How does the Class-path in the MANIFEST.MF file determine the relative location?

1) Say I have a JAR with a jar inside lib/somejar.jar and ofc the manifest file is inside META-INF/MANIFEST.MF. How would I set the classpath....? Would it be Class-path: lib/somejar.jar or ../lib/somejar.jar ?

2) Let's say the somejar.jar also has other jars inside of it that the main jar depends on. And of course somejar.jar also has its own MANIFEST.MF file with a correctly set Class-path field. Now lets then say that the original main jar file, during run-time, needs to access one of those JAR files, will it be able to do so as long as somejar.jar is on main.jar's classpath? Or are the relative directories messed up since the main jar is running 'somejar.jar' isn't the root anymore?

minor update: This will all run in a web environment, on an application server.

+1  A: 

When doing it "plain vanilla", you can't have a JAR inside a JAR. You need to either put it outside in a known path relative to the main JAR, or extract the JAR's contents in the main JAR.

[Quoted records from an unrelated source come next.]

File format (units: degC at the interface, mol/L for solutes, bar for gases)::

    [environment]
    name = "Kestrel Ridge vent field"
    description = "..."
    [conditions]
    temperature_C = 70.0
    pH = 7.0
    ionic_strength_M = 0.25
    pressure_bar = 250.0          # optional
    pMg = 3.0                     # optional
    [feed]                        # fixed activities; keys are network ids or thermo keys
    H2 = 1.0e-3
    [bounds]                      # default for every other compound, then per compound
    default = [1.0e-6, 1.0e-2]
    atp = [1.0e-4, 1.0e-2]
    [demand]                      # required: what the network must make
    reaction = "demand_precursors"
    flux = 0.01                   # > 0, in the network's flux unit
    [outlets]
    allowed = ["ac", "for"]
    [compartments.out]            # optional: see tfa.network.compartments; also
    pH = 5.5                      # [ion_stoichiometry] (reaction id = ions per turnover)

Without a demand the zero-flux state meets every question, so a file must name one; to ask
explicitly whether the network can run at all with nothing required, write ``[demand]`` with
``none = true`` instead (the answer is then always yes, and reports say so). Every key is
checked: an unknown section or key is an error with the closest allowed name, and every compound
key of ``[feed]``, ``[bounds]`` and ``[outlets]`` and the demand reaction must name something in
the network (:meth:`Environment.check_network`). Numbers pass :func:`tfa.util.numbers.read_number`:
activities between 1e-30 and 1000 (mol/L; gases bar), the demand flux up to 1e6.

Precedence of a compound's concentration bounds: fed (fixed) > ``[bounds]`` entry of the
environment > ``conc_min``/``conc_max`` of the compounds table > ``[bounds] default``. Water and
H+ have no concentration variable (activity 1; H+ fixed by pH).
"""

from __future__ import annotations

import difflib
import logging
import sys
from dataclasses import dataclass, field, replace
from pathlib import Path
from typing import Any

import cobra

from ..conditions import Conditions
from ..errors import ConditionsError, InputError, NetworkFileError
from ..util.files import read_input_text

from .checks import is_boundary_reaction
from .cofactors import CofactorStates
from .environment_fields import _demand, _pair, _positive, _real, _unknown
from .fluid import fluid_activities, ionic_strength_warning, read_fluid
from .mixing_line import MixingLine, read_mixing
from .locations import located, toml_line, with_toml_line
from .roles import without_activity

if sys.version_info >= (3, 11):
    import tomllib
else:  # pragma: no cover - Python 3.10
    import tomli as tomllib

logger = logging.getLogger(__name__)

#: Allowed keys per section of an environment file (None = any key).
SECTIONS: dict[str, tuple[str, ...] | None] = {
    "environment": ("name", "description"),
    "conditions": ("temperature_C", "pH", "ionic_strength_M", "pressure_bar", "pMg"),
    "feed": None,
    "bounds": None,
    "demand": ("reaction", "flux", "none"),
    "outlets": ("allowed",),
    "compartments": None,          # [compartments.ID] pH, ionic_strength_M, pMg, membrane_potential_mV
    "ion_stoichiometry": None,     # reaction id -> ions moved across the membrane per turnover
    "cofactors": None,   # checked by tfa.network.cofactors
    "fluid": None,       # checked by tfa.network.fluid
    "mixing": None,      # checked by tfa.network.mixing_line
    "scenario": None,   # ranges of the assumptions (tfa.network.scenario)
}
REQUIRED_CONDITIONS = ("temperature_C", "pH", "ionic_strength_M")
#: Default concentration bounds, mol/L, when a file gives none (common practice in
#: thermodynamics-based flux analysis: 1 uM to 10 mM; Henry et al. 2007).
DEFAULT_BOUNDS = (1.0e-6, 1.0e-2)
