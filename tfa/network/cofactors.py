"""Carrier states: the ``[cofactors]`` section of an environment.

A researcher constrains the carrier pools of a cell the way they are measured: per-form bounds,
the total of a pool (NAD+ + NADH, NADP+ + NADPH, ferredoxin, adenylates, CoA), bounds on the
ratio of two forms (NADPH/NADP+) and a floor on the phosphorylation potential (the Gibbs energy
of ATP synthesis at the cell's concentrations). All of them act on x = ln c (c in mol/L):

- **ratio** ``a/b`` in [r_lo, r_hi]:  ln r_lo <= x_a - x_b <= ln r_hi (exactly linear);
- **phosphorylation potential** ΔG_p = ΔrG'°(ADP + Pi -> ATP + H2O) + RT (x_ATP - x_ADP - x_Pi)
  >= floor (exactly linear; Thauer, Jungermann & Decker 1977, Bacteriol. Rev. 41:100, use
  ΔG_p of about 60-70 kJ/mol in growing cells; 45 kJ/mol is the low end, from memory);
- **pool total** sum_i c_i <= T: sum_i exp(x_i) is convex in x, so the allowed set is convex but
  not a polytope. It is represented piecewise-linearly in log space (:func:`pool_rows`):

  * ``inner`` (default): each exp(x_i) is bounded from above by its chords between breakpoints
    (the chords of a convex function lie above it), s_i >= chord_k(x_i) for every k and
    sum_i s_i <= T. Every point that meets the rows meets the true total (conservative; the
    certificate checks the true sum). The chords are at most :data:`CHORD_RELATIVE_ERROR` above
    exp(x) in the part of the range that matters (above 1e-3 T; below it one chord, at most
    1e-3 T above), so a pool may reach a total about 1 % below T at worst.
  * ``outer``: tangents at the same breakpoints (below exp(x)) relax the total by at most the
    same share: a point may exceed T by that share, and an infeasible answer then holds for the
    true total too (a bracket with ``inner``).

  A floor on the total, sum_i c_i >= L (``least``), is not convex in log space; it enters as
  one linear row, the tangent plane of ln sum exp at reference shares w of the forms
  (``shares``): sum_i w_i x_i >= ln L + sum_i w_i ln w_i (:func:`floor_row`). By the weighted
  inequality of arithmetic and geometric means every point meeting it meets the floor
  (conservative); it is exact where the forms stand in the shares w.

File format (every key optional)::

    [cofactors]
    pool_approximation = "inner"                        # or "outer"
    phosphorylation_potential_min_kJ_per_mol = 45.0
    [cofactors.bounds]                                  # per form, mol/L; override [bounds]
    atp = [5.0e-4, 1.0e-2]
    [cofactors.pools]                                   # total of each pool, mol/L
    NAD = { forms = ["nad", "nadh"], total = 1.0e-3, least = 5.0e-4, shares = [0.97, 0.03] }
    [cofactors.ratios]                                  # "form/form" = [lowest, highest]
    "nadph/nadp" = [1.0, 1000.0]

The old behaviour (every carrier form free between the ``[bounds]``, no pool, ratio or floor) is
an explicit choice: ``--loose-cofactors`` on the command line, ``Environment.with_loose_cofactors``
in Python.
"""

from __future__ import annotations

import logging
import math
from dataclasses import dataclass, field
from typing import Any

from ..errors import NetworkFileError

logger = logging.getLogger(__name__)

#: Keys of the ``[cofactors]`` section.
COFACTOR_KEYS = ("pool_approximation", "phosphorylation_potential_min_kJ_per_mol", "bounds",
                 "pools", "ratios")
POOL_APPROXIMATIONS = ("inner", "outer")
#: Largest relative gap between exp(x) and its chord (inner) or tangent (outer) over one segment
#: of the pool rows: for a segment of width h in ln c the chord lies at most about h^2/8 above
#: exp (Taylor expansion); h = 0.25 gives 0.8 %.
CHORD_RELATIVE_ERROR = 0.008
#: Width of a segment in ln c, from CHORD_RELATIVE_ERROR (h^2/8 = 0.008).
SEGMENT_WIDTH = 0.25
#: Below this share of the total a form is negligible: one chord covers the range beneath it
#: (the chord lies at most this share of the total above exp there, 0.1 % of the pool).
NEGLIGIBLE_SHARE = 1e-3
#: The reaction whose energy the phosphorylation potential is: thermo keys and coefficients.
PHOSPHORYLATION = {"ADP": -1.0, "phosphate": -1.0, "ATP": 1.0, "H2O": 1.0}


@dataclass(frozen=True)
class Pool:
    """A carrier pool: its forms (compound keys of the network), their largest total (mol/L),
    and optionally their least total (mol/L) with the reference shares of the forms at which
    the floor is exact (see :func:`floor_row`)."""

    name: str
    forms: tuple[str, ...]
    total: float
    least: float | None = None
    shares: tuple[float, ...] = ()


@dataclass(frozen=True)
class RatioBound:
    """Bounds on the ratio numerator/denominator of two forms (dimensionless)."""

    numerator: str
    denominator: str
    lowest: float
    highest: float

    @property
    def name(self) -> str:
        return f"{self.numerator}/{self.denominator}"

But since Eclipse 3.5 you can do this with a builtin trick. Check the 2nd Library Handling option when you choose Export > Runnable JAR file.

alt text

When choosing Package required libraries into generated JAR, then Eclipse will add a special classloader which will load those JAR's transparently for you before executing the main class. It's doing that with help of JarRsrcLoader.

BalusC
@BalusC: That's interesting. Techincally mine would be even more then just a jar in a jar (main.jar -> some.jar -> vendorjars...). Now let's say this is on an application server as opposed to te vanilla example where I can't have a jar inside a JAR... does this mean that the app server is using a class loader to load some.jar and the vendor.jar(s)?
Zombies
No, Eclipse includes the classloader in the JAR itself. The JAR would then exist of Your code + 3rd party JAR(s) + Eclipse code + Eclipse-specific MANIFEST.MF. It's runnable standalone. But if don't want a **runnable** JAR (because you started talking about appservers, I realized you don't want (and can't use) a runnable JAR), then you should extract the JAR contents into the main JAR (so that the original JAR classes ends up in the same folder structure). There is absolutely no way of having JAR-in-JAR as a simple library.